Exercise description: Copy word for word, please, the lines of the entries below running from the one containing "return (1 + log_sigmas)" to the one containing "sum, which is", both ends included.

-----

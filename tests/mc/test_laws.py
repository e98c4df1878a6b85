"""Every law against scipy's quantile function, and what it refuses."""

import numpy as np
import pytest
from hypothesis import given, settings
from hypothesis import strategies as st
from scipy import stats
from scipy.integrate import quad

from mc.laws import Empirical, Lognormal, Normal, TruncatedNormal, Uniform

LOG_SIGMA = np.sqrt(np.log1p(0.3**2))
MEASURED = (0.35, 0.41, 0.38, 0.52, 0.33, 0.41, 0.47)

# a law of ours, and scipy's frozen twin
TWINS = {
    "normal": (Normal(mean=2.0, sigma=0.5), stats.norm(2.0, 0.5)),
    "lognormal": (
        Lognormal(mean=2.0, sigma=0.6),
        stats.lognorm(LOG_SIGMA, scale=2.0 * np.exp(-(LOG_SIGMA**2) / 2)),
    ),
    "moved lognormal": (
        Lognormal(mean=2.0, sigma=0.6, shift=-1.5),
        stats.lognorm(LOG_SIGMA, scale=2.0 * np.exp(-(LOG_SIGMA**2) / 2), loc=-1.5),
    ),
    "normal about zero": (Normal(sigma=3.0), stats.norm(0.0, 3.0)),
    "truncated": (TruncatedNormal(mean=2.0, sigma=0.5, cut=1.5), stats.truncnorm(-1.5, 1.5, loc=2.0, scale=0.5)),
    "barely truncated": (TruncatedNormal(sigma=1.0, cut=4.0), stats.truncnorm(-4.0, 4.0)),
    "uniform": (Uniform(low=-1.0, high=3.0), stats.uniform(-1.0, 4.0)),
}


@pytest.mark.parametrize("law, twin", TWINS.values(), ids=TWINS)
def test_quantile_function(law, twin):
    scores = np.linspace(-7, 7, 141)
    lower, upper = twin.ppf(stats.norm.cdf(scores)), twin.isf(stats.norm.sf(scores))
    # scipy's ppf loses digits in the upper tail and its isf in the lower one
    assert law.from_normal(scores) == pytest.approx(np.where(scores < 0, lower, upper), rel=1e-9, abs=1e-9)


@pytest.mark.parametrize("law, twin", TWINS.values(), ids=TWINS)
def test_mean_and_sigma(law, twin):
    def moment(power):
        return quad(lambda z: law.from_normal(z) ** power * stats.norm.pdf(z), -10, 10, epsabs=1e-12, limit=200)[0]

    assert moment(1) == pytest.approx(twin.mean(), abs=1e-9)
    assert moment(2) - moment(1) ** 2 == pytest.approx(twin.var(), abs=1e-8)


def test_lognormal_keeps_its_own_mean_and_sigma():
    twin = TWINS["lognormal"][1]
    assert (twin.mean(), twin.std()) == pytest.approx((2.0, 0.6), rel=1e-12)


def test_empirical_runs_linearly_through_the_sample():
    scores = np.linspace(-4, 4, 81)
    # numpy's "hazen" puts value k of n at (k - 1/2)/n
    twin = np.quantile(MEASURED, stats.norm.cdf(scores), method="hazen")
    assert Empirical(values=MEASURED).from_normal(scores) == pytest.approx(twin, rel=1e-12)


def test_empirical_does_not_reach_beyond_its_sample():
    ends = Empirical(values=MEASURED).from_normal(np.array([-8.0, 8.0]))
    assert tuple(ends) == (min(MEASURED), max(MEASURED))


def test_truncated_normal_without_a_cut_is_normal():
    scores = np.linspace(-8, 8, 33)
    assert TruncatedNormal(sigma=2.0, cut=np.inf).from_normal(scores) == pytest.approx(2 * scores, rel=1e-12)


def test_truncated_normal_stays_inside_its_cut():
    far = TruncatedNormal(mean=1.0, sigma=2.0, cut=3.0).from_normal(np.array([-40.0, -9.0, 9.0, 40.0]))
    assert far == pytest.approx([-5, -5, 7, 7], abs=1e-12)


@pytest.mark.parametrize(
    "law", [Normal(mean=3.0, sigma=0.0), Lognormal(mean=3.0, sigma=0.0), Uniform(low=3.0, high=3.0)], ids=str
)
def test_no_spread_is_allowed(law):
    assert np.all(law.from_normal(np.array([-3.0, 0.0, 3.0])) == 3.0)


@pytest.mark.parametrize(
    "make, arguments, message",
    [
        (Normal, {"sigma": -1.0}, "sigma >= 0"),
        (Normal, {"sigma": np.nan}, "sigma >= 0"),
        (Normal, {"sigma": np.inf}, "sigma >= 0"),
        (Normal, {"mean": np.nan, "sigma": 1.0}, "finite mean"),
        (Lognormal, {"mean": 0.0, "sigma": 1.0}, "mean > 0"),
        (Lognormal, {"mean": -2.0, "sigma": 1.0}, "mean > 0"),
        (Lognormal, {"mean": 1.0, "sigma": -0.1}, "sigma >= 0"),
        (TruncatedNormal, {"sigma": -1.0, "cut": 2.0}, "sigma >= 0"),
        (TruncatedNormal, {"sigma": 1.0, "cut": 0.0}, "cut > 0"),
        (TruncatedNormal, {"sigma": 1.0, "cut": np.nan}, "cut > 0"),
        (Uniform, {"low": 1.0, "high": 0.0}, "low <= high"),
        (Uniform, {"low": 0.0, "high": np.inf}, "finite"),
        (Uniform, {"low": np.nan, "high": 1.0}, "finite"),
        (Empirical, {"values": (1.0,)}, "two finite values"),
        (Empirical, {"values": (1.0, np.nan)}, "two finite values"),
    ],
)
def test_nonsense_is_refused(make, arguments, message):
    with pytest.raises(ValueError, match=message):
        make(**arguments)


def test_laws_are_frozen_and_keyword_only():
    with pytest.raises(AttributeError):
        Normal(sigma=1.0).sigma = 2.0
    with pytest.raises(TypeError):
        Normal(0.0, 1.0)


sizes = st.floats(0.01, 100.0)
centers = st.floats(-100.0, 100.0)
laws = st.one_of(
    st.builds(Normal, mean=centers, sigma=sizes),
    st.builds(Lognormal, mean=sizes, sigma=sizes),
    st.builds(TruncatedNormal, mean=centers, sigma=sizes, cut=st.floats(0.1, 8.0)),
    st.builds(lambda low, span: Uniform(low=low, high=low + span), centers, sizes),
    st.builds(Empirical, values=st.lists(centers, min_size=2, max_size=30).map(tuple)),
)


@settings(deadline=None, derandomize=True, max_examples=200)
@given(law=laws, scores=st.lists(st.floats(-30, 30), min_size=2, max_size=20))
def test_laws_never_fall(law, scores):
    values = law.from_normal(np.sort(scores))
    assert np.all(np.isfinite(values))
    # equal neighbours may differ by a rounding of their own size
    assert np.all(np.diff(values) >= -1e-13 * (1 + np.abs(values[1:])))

-----

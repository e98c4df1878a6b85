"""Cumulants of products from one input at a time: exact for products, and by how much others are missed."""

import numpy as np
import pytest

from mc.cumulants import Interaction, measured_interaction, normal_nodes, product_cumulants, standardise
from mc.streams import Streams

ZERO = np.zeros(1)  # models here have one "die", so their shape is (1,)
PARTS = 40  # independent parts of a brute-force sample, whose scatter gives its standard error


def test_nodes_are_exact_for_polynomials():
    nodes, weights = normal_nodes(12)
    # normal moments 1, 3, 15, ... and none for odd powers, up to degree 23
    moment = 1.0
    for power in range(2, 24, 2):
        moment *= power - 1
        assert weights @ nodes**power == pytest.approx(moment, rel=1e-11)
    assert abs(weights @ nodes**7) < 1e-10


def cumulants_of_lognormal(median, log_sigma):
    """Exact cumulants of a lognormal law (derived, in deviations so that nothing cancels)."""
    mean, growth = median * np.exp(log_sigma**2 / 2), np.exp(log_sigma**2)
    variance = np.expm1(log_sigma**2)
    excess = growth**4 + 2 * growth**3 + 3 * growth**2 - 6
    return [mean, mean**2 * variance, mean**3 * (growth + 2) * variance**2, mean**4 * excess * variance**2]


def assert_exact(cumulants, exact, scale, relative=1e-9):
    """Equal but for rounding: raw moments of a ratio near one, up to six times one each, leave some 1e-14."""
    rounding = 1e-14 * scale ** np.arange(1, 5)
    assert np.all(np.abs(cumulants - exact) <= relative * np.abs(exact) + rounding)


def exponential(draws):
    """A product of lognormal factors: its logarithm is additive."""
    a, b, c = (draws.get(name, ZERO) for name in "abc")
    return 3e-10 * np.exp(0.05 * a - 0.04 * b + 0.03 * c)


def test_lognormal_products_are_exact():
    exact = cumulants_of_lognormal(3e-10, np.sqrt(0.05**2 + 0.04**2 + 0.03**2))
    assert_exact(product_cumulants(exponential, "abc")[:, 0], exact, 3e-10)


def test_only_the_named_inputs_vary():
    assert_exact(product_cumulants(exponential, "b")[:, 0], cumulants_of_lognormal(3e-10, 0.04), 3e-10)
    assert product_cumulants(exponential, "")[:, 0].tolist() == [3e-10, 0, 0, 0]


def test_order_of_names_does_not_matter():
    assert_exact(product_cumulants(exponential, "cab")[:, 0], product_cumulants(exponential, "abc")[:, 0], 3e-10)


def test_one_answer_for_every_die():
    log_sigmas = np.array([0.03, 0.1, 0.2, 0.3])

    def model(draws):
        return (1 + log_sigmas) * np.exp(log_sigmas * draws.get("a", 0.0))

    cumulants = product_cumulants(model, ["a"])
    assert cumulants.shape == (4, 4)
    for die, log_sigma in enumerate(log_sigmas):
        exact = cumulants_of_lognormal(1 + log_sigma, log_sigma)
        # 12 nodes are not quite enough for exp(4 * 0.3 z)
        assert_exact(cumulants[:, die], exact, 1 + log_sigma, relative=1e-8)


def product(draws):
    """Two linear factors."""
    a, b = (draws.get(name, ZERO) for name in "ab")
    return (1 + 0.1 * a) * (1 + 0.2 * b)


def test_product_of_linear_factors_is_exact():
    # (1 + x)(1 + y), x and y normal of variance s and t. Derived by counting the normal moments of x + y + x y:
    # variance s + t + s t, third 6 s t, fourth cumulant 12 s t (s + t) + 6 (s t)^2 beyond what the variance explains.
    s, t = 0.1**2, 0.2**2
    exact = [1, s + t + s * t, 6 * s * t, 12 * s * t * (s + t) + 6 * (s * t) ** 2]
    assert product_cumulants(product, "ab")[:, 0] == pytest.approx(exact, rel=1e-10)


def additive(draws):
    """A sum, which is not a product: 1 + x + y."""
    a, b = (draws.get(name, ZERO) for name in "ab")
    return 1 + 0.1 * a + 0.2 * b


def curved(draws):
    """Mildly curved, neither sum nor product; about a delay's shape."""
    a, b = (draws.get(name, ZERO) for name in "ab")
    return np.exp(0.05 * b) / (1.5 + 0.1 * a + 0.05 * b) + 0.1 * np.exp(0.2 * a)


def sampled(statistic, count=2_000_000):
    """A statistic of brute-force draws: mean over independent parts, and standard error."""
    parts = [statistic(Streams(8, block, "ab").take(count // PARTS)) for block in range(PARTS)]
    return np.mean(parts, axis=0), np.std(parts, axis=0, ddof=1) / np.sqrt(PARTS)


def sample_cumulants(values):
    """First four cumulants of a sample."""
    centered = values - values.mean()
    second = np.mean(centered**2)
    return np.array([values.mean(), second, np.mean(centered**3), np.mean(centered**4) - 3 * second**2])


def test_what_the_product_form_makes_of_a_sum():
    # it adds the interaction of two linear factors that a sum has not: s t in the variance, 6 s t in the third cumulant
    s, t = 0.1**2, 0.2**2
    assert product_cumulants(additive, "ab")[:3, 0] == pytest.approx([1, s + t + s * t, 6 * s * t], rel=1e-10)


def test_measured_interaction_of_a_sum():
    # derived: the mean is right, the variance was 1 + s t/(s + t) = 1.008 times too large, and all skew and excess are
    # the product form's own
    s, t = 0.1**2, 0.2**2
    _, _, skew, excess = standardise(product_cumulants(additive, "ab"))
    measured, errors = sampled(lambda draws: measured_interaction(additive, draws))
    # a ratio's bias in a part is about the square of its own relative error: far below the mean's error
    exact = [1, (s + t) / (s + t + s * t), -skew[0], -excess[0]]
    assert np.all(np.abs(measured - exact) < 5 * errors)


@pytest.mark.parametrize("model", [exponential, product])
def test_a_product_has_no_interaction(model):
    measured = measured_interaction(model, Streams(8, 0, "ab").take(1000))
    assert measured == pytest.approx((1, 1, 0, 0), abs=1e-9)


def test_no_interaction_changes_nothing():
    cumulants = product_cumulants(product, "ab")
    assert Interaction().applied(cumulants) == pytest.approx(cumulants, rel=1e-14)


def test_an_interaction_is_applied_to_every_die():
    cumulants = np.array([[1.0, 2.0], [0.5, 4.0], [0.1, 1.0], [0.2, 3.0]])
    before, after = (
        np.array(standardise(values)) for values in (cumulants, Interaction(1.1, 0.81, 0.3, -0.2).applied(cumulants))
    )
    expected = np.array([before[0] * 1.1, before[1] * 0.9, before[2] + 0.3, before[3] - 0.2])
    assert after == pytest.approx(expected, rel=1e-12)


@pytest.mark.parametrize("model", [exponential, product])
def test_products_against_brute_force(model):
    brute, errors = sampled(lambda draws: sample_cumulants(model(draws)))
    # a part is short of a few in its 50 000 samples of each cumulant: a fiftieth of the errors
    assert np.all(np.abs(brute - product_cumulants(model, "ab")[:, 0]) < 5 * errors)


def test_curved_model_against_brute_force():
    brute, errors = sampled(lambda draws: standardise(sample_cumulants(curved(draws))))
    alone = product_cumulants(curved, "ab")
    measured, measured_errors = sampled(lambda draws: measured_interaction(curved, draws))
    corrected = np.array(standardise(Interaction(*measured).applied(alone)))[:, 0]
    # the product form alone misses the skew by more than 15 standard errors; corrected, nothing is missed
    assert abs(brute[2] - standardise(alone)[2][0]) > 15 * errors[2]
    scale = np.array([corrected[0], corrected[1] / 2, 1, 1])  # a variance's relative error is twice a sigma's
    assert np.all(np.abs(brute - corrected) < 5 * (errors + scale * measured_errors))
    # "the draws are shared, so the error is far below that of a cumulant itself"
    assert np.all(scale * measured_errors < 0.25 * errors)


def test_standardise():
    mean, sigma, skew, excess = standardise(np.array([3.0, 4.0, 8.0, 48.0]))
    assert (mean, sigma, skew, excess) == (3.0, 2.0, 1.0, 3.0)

-----

Solved problem:
        return (1 + log_sigmas) * np.exp(log_sigmas * draws.get("a", 0.0))

    cumulants = product_cumulants(model, ["a"])
    assert cumulants.shape == (4, 4)
    for die, log_sigma in enumerate(log_sigmas):
        exact = cumulants_of_lognormal(1 + log_sigma, log_sigma)
        # 12 nodes are not quite enough for exp(4 * 0.3 z)
        assert_exact(cumulants[:, die], exact, 1 + log_sigma, relative=1e-8)


def product(draws):
    """Two linear factors."""
    a, b = (draws.get(name, ZERO) for name in "ab")
    return (1 + 0.1 * a) * (1 + 0.2 * b)


def test_product_of_linear_factors_is_exact():
    # (1 + x)(1 + y), x and y normal of variance s and t. Derived by counting the normal moments of x + y + x y:
    # variance s + t + s t, third 6 s t, fourth cumulant 12 s t (s + t) + 6 (s t)^2 beyond what the variance explains.
    s, t = 0.1**2, 0.2**2
    exact = [1, s + t + s * t, 6 * s * t, 12 * s * t * (s + t) + 6 * (s * t) ** 2]
    assert product_cumulants(product, "ab")[:, 0] == pytest.approx(exact, rel=1e-10)


def additive(draws):
    """A sum, which is not a product: 1 + x + y."""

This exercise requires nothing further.